Records from a collection
☆ ☆ ☆ ☆ ☆ ☆ ☆

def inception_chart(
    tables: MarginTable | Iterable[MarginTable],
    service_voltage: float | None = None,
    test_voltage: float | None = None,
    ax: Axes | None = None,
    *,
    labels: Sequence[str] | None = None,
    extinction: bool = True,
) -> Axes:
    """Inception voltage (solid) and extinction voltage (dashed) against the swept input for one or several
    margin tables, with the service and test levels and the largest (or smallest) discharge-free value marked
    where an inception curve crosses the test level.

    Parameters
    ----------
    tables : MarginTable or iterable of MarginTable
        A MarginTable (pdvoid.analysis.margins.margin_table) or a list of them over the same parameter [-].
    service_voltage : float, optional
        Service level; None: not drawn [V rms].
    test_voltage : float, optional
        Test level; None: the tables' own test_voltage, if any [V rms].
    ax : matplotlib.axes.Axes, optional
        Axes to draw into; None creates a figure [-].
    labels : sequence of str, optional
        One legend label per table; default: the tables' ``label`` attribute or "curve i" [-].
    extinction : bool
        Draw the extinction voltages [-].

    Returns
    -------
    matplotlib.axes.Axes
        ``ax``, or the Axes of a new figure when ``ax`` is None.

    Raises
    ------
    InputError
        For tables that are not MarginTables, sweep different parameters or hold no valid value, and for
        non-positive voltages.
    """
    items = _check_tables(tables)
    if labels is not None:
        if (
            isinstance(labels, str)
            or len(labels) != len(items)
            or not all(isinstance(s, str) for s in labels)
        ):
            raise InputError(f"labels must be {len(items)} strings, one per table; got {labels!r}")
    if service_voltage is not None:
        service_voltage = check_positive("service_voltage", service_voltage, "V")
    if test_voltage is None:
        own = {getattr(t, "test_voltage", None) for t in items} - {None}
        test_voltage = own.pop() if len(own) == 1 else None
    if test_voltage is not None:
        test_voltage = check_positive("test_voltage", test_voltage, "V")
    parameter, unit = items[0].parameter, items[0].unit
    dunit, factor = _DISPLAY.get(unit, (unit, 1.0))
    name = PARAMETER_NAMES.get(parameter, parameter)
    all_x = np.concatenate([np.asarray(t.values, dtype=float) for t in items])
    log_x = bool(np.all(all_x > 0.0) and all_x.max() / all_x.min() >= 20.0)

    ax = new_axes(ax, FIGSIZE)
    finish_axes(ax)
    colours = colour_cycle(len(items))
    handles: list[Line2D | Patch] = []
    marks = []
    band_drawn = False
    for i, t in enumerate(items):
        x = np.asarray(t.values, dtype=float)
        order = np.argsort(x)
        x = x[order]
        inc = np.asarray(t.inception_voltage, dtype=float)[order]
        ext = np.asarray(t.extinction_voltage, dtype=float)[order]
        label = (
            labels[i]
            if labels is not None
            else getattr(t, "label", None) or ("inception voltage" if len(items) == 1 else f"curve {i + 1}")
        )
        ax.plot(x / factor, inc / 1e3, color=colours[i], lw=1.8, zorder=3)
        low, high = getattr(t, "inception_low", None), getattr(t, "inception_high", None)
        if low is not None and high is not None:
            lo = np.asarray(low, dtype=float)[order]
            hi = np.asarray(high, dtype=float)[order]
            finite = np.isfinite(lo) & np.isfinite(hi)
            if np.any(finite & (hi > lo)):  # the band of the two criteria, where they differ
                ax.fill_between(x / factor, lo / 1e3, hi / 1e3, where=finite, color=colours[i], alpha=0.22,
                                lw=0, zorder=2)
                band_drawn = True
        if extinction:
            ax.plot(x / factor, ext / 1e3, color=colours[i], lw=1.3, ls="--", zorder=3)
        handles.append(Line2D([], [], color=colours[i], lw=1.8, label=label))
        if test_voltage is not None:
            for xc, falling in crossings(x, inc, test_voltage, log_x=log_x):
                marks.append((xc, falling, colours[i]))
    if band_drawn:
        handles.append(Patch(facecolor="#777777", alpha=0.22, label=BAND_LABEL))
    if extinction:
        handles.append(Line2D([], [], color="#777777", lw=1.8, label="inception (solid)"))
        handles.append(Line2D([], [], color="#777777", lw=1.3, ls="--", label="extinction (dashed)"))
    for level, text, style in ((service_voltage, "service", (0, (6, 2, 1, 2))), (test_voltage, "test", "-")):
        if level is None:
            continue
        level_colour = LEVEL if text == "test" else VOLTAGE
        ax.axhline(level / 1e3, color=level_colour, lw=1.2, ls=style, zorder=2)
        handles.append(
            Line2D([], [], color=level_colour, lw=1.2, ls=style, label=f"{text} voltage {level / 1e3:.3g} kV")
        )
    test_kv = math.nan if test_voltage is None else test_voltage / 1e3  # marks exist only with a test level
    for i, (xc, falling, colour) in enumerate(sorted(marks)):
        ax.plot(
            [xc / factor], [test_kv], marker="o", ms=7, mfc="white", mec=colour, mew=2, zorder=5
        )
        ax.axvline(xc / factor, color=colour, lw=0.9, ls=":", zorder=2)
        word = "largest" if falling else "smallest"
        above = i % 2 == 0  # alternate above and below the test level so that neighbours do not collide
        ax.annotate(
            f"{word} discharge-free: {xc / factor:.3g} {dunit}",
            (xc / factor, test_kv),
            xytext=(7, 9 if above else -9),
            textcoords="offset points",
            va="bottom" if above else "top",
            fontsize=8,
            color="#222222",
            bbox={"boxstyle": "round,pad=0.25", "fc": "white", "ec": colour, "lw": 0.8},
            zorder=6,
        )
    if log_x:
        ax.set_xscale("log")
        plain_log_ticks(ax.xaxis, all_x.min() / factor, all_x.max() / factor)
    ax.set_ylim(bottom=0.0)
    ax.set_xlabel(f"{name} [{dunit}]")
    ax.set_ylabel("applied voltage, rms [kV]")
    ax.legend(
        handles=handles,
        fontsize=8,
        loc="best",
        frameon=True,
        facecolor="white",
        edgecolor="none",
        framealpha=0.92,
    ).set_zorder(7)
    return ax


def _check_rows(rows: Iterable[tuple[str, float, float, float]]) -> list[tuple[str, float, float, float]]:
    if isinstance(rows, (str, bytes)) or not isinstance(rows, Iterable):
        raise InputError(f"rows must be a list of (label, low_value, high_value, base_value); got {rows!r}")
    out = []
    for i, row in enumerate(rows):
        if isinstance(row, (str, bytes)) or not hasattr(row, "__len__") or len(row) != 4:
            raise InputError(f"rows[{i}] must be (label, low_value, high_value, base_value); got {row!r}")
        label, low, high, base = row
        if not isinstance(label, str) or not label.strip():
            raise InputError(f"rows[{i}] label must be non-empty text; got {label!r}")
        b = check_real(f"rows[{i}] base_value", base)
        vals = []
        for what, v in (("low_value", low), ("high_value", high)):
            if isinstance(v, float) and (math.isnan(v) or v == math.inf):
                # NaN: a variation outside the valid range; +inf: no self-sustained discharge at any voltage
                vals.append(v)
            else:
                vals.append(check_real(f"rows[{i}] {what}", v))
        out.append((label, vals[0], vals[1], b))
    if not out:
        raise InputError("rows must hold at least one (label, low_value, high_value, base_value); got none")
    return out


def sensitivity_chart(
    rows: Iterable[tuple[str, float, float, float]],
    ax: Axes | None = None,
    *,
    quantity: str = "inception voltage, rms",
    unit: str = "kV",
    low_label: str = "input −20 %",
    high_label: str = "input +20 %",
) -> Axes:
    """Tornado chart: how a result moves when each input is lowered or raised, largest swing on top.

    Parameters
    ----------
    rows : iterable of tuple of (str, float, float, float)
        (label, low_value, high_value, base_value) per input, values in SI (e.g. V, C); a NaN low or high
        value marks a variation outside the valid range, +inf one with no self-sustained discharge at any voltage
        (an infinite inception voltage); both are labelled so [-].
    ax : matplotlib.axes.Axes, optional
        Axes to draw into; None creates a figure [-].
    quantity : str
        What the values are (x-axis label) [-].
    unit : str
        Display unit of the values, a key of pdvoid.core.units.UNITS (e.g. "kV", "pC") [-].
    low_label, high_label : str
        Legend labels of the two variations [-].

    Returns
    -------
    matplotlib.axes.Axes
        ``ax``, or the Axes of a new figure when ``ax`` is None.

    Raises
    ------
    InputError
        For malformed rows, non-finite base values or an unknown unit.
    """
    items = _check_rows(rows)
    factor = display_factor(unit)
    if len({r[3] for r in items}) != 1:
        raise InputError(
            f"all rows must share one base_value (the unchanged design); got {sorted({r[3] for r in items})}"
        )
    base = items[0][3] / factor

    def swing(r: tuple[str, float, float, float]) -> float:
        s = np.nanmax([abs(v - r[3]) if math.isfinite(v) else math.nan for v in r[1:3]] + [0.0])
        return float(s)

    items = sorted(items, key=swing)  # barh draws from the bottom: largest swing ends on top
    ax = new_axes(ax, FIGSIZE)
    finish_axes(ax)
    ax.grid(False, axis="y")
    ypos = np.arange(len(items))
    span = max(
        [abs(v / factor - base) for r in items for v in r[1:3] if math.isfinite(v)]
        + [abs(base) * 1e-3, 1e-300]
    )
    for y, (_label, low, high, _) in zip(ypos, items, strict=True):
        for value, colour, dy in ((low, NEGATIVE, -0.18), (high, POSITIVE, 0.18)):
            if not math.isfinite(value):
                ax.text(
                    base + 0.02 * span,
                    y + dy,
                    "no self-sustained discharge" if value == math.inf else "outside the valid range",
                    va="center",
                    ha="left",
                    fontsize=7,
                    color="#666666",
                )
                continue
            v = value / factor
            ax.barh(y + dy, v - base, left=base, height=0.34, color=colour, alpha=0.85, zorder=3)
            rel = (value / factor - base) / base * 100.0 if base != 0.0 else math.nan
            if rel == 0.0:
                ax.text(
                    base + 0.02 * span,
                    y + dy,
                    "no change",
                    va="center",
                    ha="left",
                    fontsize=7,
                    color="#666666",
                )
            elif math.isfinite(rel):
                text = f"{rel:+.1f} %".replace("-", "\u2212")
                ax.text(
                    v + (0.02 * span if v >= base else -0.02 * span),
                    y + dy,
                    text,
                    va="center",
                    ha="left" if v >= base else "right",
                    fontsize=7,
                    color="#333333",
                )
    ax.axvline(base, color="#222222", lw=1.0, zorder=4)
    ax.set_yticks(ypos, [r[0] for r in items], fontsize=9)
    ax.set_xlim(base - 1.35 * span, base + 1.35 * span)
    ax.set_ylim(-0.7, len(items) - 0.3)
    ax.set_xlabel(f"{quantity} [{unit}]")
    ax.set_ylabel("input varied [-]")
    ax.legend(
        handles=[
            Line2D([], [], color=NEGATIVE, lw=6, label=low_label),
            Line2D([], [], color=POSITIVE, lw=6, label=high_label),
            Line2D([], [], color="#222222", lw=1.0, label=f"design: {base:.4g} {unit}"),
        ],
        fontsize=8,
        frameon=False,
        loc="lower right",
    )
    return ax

☆ ☆ ☆ ☆ ☆ ☆ ☆

What to produce: Return the count of lines in the entries above that include the word "white", without any added text.

Answer to this task: 3